Google provides a full suite of services for the entry-level blog spammer. There are plenty of legitimate uses for all of these Google services, but Google’s market-leading position in search creates a spam ecosystem that inflates corporate revenues, index size, and user data. Google’s blog hosting service, Blog*Spot, received a lot of attention this week as blogosphere neighbors threw up their arms in protest of the host, which is like the seedy motel at the edge of town that rents by the-hour. It’s cheap and inviting to those who know no better, but those in the know don’t want anything to do with it.
I will describe the Google elements that contribute to a spam farm in an attempt to create more understanding about how your content ends up where you may not want it.
Blogger’s Blog*Spot hosting is a quick and easy way to create new blogs. It’s free, you can post via e-mail, and many people think a Blog*Spot blog is the quickest way into Google’s search index since the blog hosting servers might be only a few rows away from the Google crawler and of course Google knows how to find all of the content inside its own system.
The image above is a completely automated public Turing test to tell computers and humans apart, commonly referred to by its acronym: CAPTCHA. A CAPTCHA is supposed to be easy for a human to decipher, but difficult for computers using image recognition software.
Blogger requires users to solve the above CAPTCHA before creating a new blog. Yet the system is bypassed daily and thousands of new blogs are created.
A simple CAPTCHA can be broken using optical character recognition, the same technology that scans a printed page and converts the words to plain text.
A common way to bypass a CAPTCHA system is to offer humans a reward for successfully entering the scrambled word. Some sites trade free porn for a CAPTCHA solutions, others hire people in low-income areas of the world to sit in front of a computer and solve CAPTCHAs all day.
Google provides a lot of free content for someone to repurpose on their newly created Blog*Spot blog. Search Google’s web, news, or blog results for the keyword of your choice and you will receive a list of content sources Google has determined is most relevant to the query. Copying from the top of these results is an easy way for spammers to obtain content already deemed relevant by Google for inclusion in its own pages.
You will often see spam blogs composed of a group of results including a title, link, and except for targeted keywords. These pages are meant to attract search referrals for advertising or create more pages linking to a site the spammer would like to promote.

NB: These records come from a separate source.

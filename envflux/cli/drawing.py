"""Pictures, drawn in a process of their own while the next case is computed.

Loading matplotlib takes as long as everything else in a short run, so it is done on the second core.
"""

from __future__ import annotations

import gc
import importlib
import multiprocessing
import signal
from collections.abc import Callable
from multiprocessing.connection import Connection
from pathlib import Path
from typing import TYPE_CHECKING, Any, Literal

if TYPE_CHECKING:
    import xarray as xr

HISTORY, MEANS = "-history.png", "-means.png"

Against = Literal["time", "orbit angle"]


class Painter:
    """Hands datasets to a drawing process, which starts at once, and waits for its pictures.

    As a context, it stops the process at the end, whether or not that was done.
    """

    def __init__(self) -> None:
        self._line, far = multiprocessing.Pipe()
        # A fresh interpreter: to fork one that has threads in its libraries may hang.
        context = multiprocessing.get_context("spawn")
        self._process = context.Process(target=_serve, args=(far, gc.get_threshold()[0]), daemon=True)
        self._process.start()
        far.close()
        self._open = 0

    def order(self, ds: xr.Dataset, folder: Path, stem: str, against: Against) -> None:
        """Have the pictures of one case drawn into `folder`."""
        self._line.send((ds, folder, stem, against))
        self._open += 1

    def finish(self, done: Callable[[], object]) -> None:
        """Wait for all that was ordered, call `done` after each case, and raise what went wrong."""
        while self._open:
            try:
                trouble = self._line.recv()
            except (EOFError, ConnectionError):
                raise OSError("the process that draws the pictures was stopped") from None
            self._open -= 1
            if trouble is not None:
                raise trouble
            done()

    def stop(self) -> None:
        """End the process now: left to itself, an interpreter takes half a second to tidy up."""
        self._process.kill()
        self._process.join()
        self._line.close()

    def __enter__(self) -> Painter:
        return self

    def __exit__(self, *_: object) -> None:
        if not self._line.closed:
            self.stop()


def _serve(line: Connection, collect_after: int) -> None:
    gc.set_threshold(collect_after)
    # Ctrl-C reaches both processes; the first one decides what it means.
    signal.signal(signal.SIGINT, signal.SIG_IGN)
    # Loaded ahead of the first order.
    for name in ("matplotlib.figure", "matplotlib.backends.backend_agg", "envflux.plots"):
        importlib.import_module(name)
    while True:
        try:
            ds, folder, stem, against = line.recv()
        except EOFError:
            return
        try:
            _draw(ds, folder, stem, against)
        except Exception as trouble:  # it belongs to the other process, which knows what to do
            line.send(trouble)
        else:
            line.send(None)


def _draw(ds: xr.Dataset, folder: Path, stem: str, against: Against) -> None:
    from envflux import plots

    with plots.off_screen():
        panels: Any = plots.flux_history(ds, against=against)
        _save_png(panels.ravel()[0].figure, folder / f"{stem}{HISTORY}")
        if _whole_revolution(ds):
            bars: Any = plots.orbit_mean_bars(ds)
            _save_png(bars.figure, folder / f"{stem}{MEANS}")


def _save_png(figure: Any, path: Path) -> None:
    # What savefig does, less its second pass through everything to find the layout; and little
    # compression: time matters more here than a few kilobytes.
    engine = figure.get_layout_engine()
    if engine is not None:
        engine.execute(figure)
        figure.set_layout_engine("none")
    figure.canvas.print_png(path, metadata={"Software": None}, pil_kwargs={"compress_level": 2})


def _whole_revolution(ds: xr.Dataset) -> bool:
    elapsed = ds["elapsed"].values
    return bool(elapsed[-1] - elapsed[0] >= float(ds["orbital_period"]) * (1 - 1e-9))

Google blog search is the newest Google search service with relevant content available for scraping. Many of the cries from bloggers over the past week were most likely a result of a spammer using a script to retrieve the top search results on Google’s blog search ranked by relevance for inclusion on a newly created Blog*Spot blog.

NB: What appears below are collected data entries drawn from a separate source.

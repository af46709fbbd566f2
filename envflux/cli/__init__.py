"""The command `envflux`.

Only what `--help` needs is imported here: the rest loads when a command runs.
"""

from __future__ import annotations

import argparse
import gc
import sys
import traceback
from collections.abc import Sequence
from importlib.metadata import version
from typing import NoReturn

from envflux.cli.keys import ATTITUDES, ORBITS, TABLES, listed
from envflux.errors import InputError

OK, FAILED, WRONG_INPUT, INTERRUPTED = 0, 1, 2, 130
"""Exit codes. 130 is what a shell reports after Ctrl-C: 128 + signal 2."""

_EPILOG = """\
examples:
  envflux run examples/imager.toml --out results
      direct solar, albedo and planetary infrared flux on every face, for every mode
      and environment of the mission file
  envflux run my-mission.toml --out results --replace
      the same again after a change, over the results of the run before

  envflux run --help tells what is written. The files in examples/ are commented: copy
  the nearest one and change it.

exit codes: 0 done, 1 failed, 2 wrong input (one line says what), 130 interrupted

The numbers are inputs to a thermal analysis that the responsible engineer reviews
against the programme's own standards and margins.
"""

_RUN_EPILOG = f"""\
FILE.toml has these tables:
  [mission]              name, description
  [orbit]                kind = "circular", "sun-synchronous", "kepler", "undated", "tle" or "omm",
                         and what that kind needs (altitude_km, epoch, ...)
  [track]                revolutions or duration_s, step_s, start     (left out: one revolution)
  [coatings.NAME]        absorptance, emittance, ... or catalogue = "C025"
  [craft]                box = {{size_m = [x, y, z], coating = "NAME"}}, and/or
  [[craft.faces]]        name, normal, area_m2, coating, back
  [modes.NAME]           attitude = {{kind = "nadir", ...}}, age, bound, cells
  [environments.NAME]    solar_constant_w_m2, albedo, planetary_ir_w_m2, or preset = "..."
  [output]               plots, against                               (optional)

Keys of [orbit], by kind; those in brackets may be left out:
{listed(ORBITS)}
sun-synchronous needs one of ltan_hours and ltdn_hours; kepler the semi-major axis or both altitudes.
tle and omm take file = "..." in place of the rest.

Keys of attitude, by kind:
{listed(ATTITUDES)}

Keys of other tables:
{listed(TABLES)}
Hot is bound_absorptance = "maximum" with bound_emittance = "minimum".

For every mode and environment DIR receives
  MODE--ENVIRONMENT.nc         everything, netCDF-4 with CF attributes
  MODE--ENVIRONMENT.csv        one row per sample; each header names quantity, face and unit
  MODE--ENVIRONMENT.json       what each column of the CSV is, what made it, and cautions
  MODE--ENVIRONMENT-*.png      flux histories and orbit means
and once summary.txt, which is also printed, and a list of the files written.

DIR is made if need be. If it holds anything, the run is refused unless --replace is given;
then files of the run before are replaced, and no other file is touched. Results appear only
once all of them are ready.
"""


class _Parser(argparse.ArgumentParser):
    """Complains in one line, like everything else here."""

    def error(self, message: str) -> NoReturn:
        self.exit(WRONG_INPUT, f"{self.prog}: {message}; '{self.prog} --help' tells more\n")


def _parser() -> argparse.ArgumentParser:
    layout = argparse.RawDescriptionHelpFormatter
    parser = _Parser(
        prog="envflux",
        description="The orbital heating environment of spacecraft: flux on every face, from a mission file.",
        epilog=_EPILOG,
        formatter_class=layout,
    )
    parser.add_argument("--version", action="version", version=f"envflux {version('envflux')}")
    commands = parser.add_subparsers(dest="command", metavar="COMMAND", required=True, parser_class=_Parser)
    run = commands.add_parser(
        "run",
        help="compute all cases of a mission file and write datasets, tables and plots",
        description="Compute all cases of a mission file and write datasets, tables and plots.",
        epilog=_RUN_EPILOG,
        formatter_class=layout,
    )
    run.add_argument("file", metavar="FILE.toml", help="the mission file")
    run.add_argument("--out", metavar="DIR", required=True, help="folder for the results")
    run.add_argument("--replace", action="store_true", help="replace the results of an earlier run in DIR")
    run.add_argument("--debug", action="store_true", help="on an unexpected failure, show where it happened")
    return parser


def run_process() -> int:
    """Run the command line as the only thing this process does: the entry point.

    Imports make objects by the hundred thousand, and all of them stay. Looking through them for garbage
    again and again, and once more at the end, would take a fifth of a short run.
    """
    gc.set_threshold(100_000)
    code = main()
    gc.freeze()
    return code


def main(arguments: Sequence[str] | None = None) -> int:
    """Run the command line.

    Parameters
    ----------
    arguments : sequence of str, optional
        What follows the word ``envflux``; taken from the command line by default.

    Returns
    -------
    int
        The exit code.
    """
    options = _parser().parse_args(arguments)
    try:
        from envflux.cli.pipeline import run_mission

        run_mission(options.file, options.out, replace=options.replace)
    except InputError as error:
        return _complain(str(error), WRONG_INPUT)
    except KeyboardInterrupt:
        return _complain("interrupted; nothing was written", INTERRUPTED)
    except BrokenPipeError:
        # Whoever read our output has gone, e.g. `| head`: no reason to complain. The stream is pointed
        # elsewhere, or Python would complain about it itself at exit.
        sys.stdout = None  # print and exit both take None as no output
        return FAILED
    except OSError as error:
        return _complain(str(error), FAILED)
    except Exception as error:
        if options.debug:
            traceback.print_exc()
        return _complain(f"unexpected {type(error).__name__}: {error}; --debug shows where", FAILED)
    return OK


def _complain(message: str, code: int) -> int:
    print(f"envflux: {' '.join(message.split())}", file=sys.stderr)
    return code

Google AdWords places text advertisements across the web related to the textual content of a page. Every time someone clicks on a Google text ad for “refinance” it costs the advertiser over $35 and makes the site owner some money. “Vioxx” pays about $16.50 a click, “poker” pays about $2.50 a click, and “camcorder” pays about $2.60 a click on Google’s advertising network. The newly created blog can make money from these advertisements based on how many people are searching for their targeted keyword, the likelihood of a visitor to click on an ad, and the payout for such keywords.

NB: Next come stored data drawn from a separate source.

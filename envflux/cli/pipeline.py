"""From a mission file to a folder of results."""

from __future__ import annotations

import shutil
import sys
import warnings
from pathlib import Path
from typing import TYPE_CHECKING, Any

from tqdm import tqdm

from envflux.cli.drawing import HISTORY, MEANS, Painter
from envflux.cli.folders import check_folder, check_names, results_folder
from envflux.errors import EnvfluxWarning, InputError

if TYPE_CHECKING:
    import xarray as xr

    from envflux.missions import Mission

_SUMMARY = "summary.txt"


def run_mission(file: str, out: str, *, replace: bool = False) -> None:
    """Compute every case of a mission file, write all files, and print the summary.

    Parameters
    ----------
    file : str
        The mission file.
    out : str
        Folder for the results.
    replace : bool
        Whether the results of an earlier run may be replaced.

    Raises
    ------
    InputError
        If the mission file or the folder cannot be used; nothing is written then.
    """
    folder = Path(out)
    check_folder(folder, replace=replace)
    # The pictures' process is started before anything else here is loaded: it has as much to load itself.
    with Painter() as artist:
        text, heard = _run(file, folder, artist, replace=replace)
    print(text)
    print(f"\nwritten to {folder}")
    for caution in heard:
        print(f"envflux: caution: {caution}", file=sys.stderr)


def _run(file: str, folder: Path, artist: Painter, *, replace: bool) -> tuple[str, tuple[str, ...]]:
    from envflux.missions import load_mission

    mission = load_mission(file)
    stems = {case: "--".join(case) for case in mission.cases}
    check_names(folder, [_SUMMARY, *(name for stem in stems.values() for name in _names(stem, mission))])
    with warnings.catch_warnings(record=True) as heard:
        warnings.simplefilter("always", EnvfluxWarning)
        with _progress(1 + len(stems) * (3 if mission.output.plots else 2)) as progress:
            try:
                text = _write_all(mission, folder, stems, artist, progress, heard, replace=replace)
            except InputError as error:
                if error.field == "--out":
                    raise
                # The complaint came from a computation, but what it is about stands in the file.
                raise InputError(f"{file}: {error.field}", error.value, error.accepted, verb=error.verb) from None
    return text, _heard(heard)


def _progress(steps: int) -> Any:
    """Show what is being done, on a terminal; stay silent in a pipe or a log."""
    # Some terminals say they are 0 by 0, which would hide the bar.
    columns, rows = shutil.get_terminal_size()
    return tqdm(
        total=steps,
        disable=not sys.stderr.isatty(),
        leave=False,
        file=sys.stderr,
        ncols=min(columns, 90),
        nrows=rows,
        bar_format="{desc:<30.30} |{bar}| {n_fmt}/{total_fmt}",
    )


def _write_all(
    mission: Mission,
    folder: Path,
    stems: dict[tuple[str, str], str],
    artist: Painter,
    progress: Any,
    heard: list[Any],
    *,
    replace: bool,
) -> str:
    from envflux.tables import CAUTIONS, face_lines, save, write_table

    progress.set_description("track")
    track = mission.fly()
    progress.update()
    lines = _heading(mission, track)
    with results_folder(folder, replace=replace) as fresh:
        try:
            for (mode, environment), stem in stems.items():
                progress.set_description(stem)
                ds = mission.flux(mode, environment, track)
                ds.attrs["title"] = f"{mission.mission.name}: {mode} mode, {environment} environment"
                progress.update()
                if mission.output.plots:
                    artist.order(ds, fresh, stem, mission.output.against)
                save(ds, fresh / f"{stem}.nc")
                write_table(ds, fresh / f"{stem}.csv", title=str(ds.attrs["title"]), cautions=_heard(heard))
                progress.update()
                lines += ["", _case_line(mission, mode, environment), *face_lines(ds)]
            lines += ["", *(f"note: {caution}" for caution in (*CAUTIONS, *_heard(heard)))]
            text = "\n".join(lines)
            (fresh / _SUMMARY).write_text(text + "\n", encoding="utf-8")
            if mission.output.plots:
                progress.set_description("pictures")
                artist.finish(progress.update)
        except BaseException:
            artist.stop()  # before the folder goes in which it may be writing
            raise
    return text


def _names(stem: str, mission: Mission) -> list[str]:
    endings = [".nc", ".csv", ".json"]
    return [stem + ending for ending in endings + ([HISTORY, MEANS] if mission.output.plots else [])]


def _heading(mission: Mission, track: xr.Dataset) -> list[str]:
    from envflux.tables import orbit_lines

    lines = [mission.mission.name]
    if mission.mission.description:
        lines.append(mission.mission.description)
    time = track["time"].values
    when = f"from {str(time[0])[:19]}Z" if time.dtype.kind == "M" else "from orbit noon, undated"
    revolutions = float(track["elapsed"][-1] - track["elapsed"][0]) / float(track["orbital_period"])
    orbit = (
        f"{mission.orbit.kind} orbit, {revolutions:.4g} revolution{'' if abs(revolutions - 1) < 1e-6 else 's'} {when}"
    )
    return [*lines, "", orbit, *orbit_lines(track)]


def _case_line(mission: Mission, mode: str, environment: str) -> str:
    how, around = mission.modes[mode], mission.environments[environment]
    bound = f"{how.bound} bound"
    if how.bound_absorptance or how.bound_emittance:
        bound = f"a {how.bound_absorptance or how.bound}, e {how.bound_emittance or how.bound}"
    return (
        f"[{mode} / {environment}]  {how.attitude.kind} attitude; {how.age} surfaces, {bound}, "
        f"cells {how.cells}; {around.solar_constant_w_m2:g} W m-2 at 1 au, albedo {around.albedo:g}, "
        f"planetary IR {around.planetary_ir_w_m2:g} W m-2"
    )


def _heard(heard: list[Any]) -> tuple[str, ...]:
    texts = [" ".join(str(warning.message).split()) for warning in heard]
    return tuple(dict.fromkeys(texts))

The above process becomes even easier through the use of automated tools for blog creation, content retrieval, and advertising placement. More expensive tools include the use of pre-configured Blog*Spot blogs for a quick start.
Free web hosts have hidden costs. You don’t have friendly neighbors and it’s possible that search engines will not want to help others discover your area of the web.
Google has taken more steps to protect its e-mail service, Gmail, from spammers than it has taken them away from Blog*Spot. There is a lot more that Google can do to reduce spam, reduce click fraud, and improve their Blogger service, but it might involve losing some advertising revenue in the short-term. I think no company in the business of content generation, indexing, or payment can afford to ignore the problem.